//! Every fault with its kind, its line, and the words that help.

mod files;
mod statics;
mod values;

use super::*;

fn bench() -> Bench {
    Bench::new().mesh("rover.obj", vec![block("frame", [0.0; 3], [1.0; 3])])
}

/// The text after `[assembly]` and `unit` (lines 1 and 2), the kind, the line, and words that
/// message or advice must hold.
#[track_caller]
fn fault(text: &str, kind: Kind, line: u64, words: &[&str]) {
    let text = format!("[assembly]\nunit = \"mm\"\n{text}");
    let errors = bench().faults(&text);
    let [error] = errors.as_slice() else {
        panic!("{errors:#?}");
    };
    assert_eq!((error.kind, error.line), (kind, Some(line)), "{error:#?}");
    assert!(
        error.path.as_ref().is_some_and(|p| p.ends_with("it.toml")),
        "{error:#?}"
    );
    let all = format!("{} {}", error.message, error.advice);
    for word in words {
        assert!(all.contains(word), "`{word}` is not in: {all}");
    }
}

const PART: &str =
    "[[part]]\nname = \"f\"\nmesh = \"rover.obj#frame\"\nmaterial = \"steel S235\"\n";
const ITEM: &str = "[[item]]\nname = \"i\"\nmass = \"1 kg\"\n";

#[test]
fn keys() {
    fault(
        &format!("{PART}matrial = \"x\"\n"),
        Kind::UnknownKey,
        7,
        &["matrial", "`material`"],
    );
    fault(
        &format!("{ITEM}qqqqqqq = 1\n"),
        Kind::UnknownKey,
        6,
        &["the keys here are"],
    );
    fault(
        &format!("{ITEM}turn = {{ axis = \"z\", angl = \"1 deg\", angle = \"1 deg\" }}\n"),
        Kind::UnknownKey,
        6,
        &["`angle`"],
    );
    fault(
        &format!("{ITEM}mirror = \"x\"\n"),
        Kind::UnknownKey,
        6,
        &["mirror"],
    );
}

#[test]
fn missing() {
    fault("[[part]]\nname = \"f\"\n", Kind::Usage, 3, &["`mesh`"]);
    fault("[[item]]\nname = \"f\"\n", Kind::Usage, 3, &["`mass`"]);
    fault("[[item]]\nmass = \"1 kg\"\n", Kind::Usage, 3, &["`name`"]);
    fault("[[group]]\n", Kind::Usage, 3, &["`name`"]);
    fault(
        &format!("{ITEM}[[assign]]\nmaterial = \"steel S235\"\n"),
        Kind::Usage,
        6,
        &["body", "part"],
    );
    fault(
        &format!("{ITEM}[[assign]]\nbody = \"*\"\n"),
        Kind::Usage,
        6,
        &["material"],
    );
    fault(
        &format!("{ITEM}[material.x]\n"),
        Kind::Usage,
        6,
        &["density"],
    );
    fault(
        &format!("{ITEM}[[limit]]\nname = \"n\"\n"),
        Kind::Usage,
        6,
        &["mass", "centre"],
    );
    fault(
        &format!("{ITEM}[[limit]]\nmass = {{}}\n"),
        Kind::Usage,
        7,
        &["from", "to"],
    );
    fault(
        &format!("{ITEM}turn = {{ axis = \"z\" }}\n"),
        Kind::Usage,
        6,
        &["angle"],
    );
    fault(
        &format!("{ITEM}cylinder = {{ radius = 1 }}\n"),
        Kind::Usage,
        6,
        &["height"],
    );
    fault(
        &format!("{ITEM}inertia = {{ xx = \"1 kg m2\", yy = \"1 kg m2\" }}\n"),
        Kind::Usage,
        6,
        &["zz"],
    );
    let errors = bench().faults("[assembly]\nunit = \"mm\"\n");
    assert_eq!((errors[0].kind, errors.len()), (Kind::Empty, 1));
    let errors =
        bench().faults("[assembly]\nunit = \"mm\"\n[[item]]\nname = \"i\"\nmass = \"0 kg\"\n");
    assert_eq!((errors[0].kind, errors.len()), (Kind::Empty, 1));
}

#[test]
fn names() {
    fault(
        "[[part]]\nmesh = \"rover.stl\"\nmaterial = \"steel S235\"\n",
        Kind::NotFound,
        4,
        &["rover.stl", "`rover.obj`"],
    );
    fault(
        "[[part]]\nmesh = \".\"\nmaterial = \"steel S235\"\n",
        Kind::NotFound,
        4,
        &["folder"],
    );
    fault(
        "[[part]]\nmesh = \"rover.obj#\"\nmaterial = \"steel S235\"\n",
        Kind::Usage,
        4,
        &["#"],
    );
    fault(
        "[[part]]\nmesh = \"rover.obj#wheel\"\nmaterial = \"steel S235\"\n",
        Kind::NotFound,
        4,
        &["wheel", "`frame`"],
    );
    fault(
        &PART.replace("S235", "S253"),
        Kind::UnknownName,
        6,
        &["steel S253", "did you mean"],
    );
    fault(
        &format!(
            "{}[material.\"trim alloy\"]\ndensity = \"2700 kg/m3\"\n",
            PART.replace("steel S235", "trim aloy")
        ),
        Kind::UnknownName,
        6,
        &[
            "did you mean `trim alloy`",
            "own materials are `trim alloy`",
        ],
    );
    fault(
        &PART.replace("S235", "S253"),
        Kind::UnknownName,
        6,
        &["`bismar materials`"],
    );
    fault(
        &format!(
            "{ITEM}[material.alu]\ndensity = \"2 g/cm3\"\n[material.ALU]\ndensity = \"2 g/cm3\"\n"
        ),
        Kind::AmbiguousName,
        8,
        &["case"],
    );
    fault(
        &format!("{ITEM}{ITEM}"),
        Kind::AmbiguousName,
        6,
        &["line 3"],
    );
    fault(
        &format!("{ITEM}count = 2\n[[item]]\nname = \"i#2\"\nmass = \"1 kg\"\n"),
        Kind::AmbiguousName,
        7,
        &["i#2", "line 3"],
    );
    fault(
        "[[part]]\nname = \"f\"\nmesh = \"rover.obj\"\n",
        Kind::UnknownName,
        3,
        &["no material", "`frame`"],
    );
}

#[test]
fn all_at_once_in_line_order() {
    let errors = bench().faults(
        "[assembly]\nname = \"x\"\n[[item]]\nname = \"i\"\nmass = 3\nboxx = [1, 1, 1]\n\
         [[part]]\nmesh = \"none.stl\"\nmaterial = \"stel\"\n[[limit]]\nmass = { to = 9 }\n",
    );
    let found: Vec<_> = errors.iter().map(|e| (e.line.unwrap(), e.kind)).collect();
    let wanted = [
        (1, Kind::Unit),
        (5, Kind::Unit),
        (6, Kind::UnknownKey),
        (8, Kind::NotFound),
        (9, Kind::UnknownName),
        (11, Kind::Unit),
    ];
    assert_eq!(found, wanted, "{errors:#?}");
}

------------------------------------

> **Exercise objective**
A complete answer reproduces every line of the records in which the word "axis" occurs.

> **Result for this exercise**
        &format!("{ITEM}turn = {{ axis = \"z\", angl = \"1 deg\", angle = \"1 deg\" }}\n"),
        &format!("{ITEM}turn = {{ axis = \"z\" }}\n"),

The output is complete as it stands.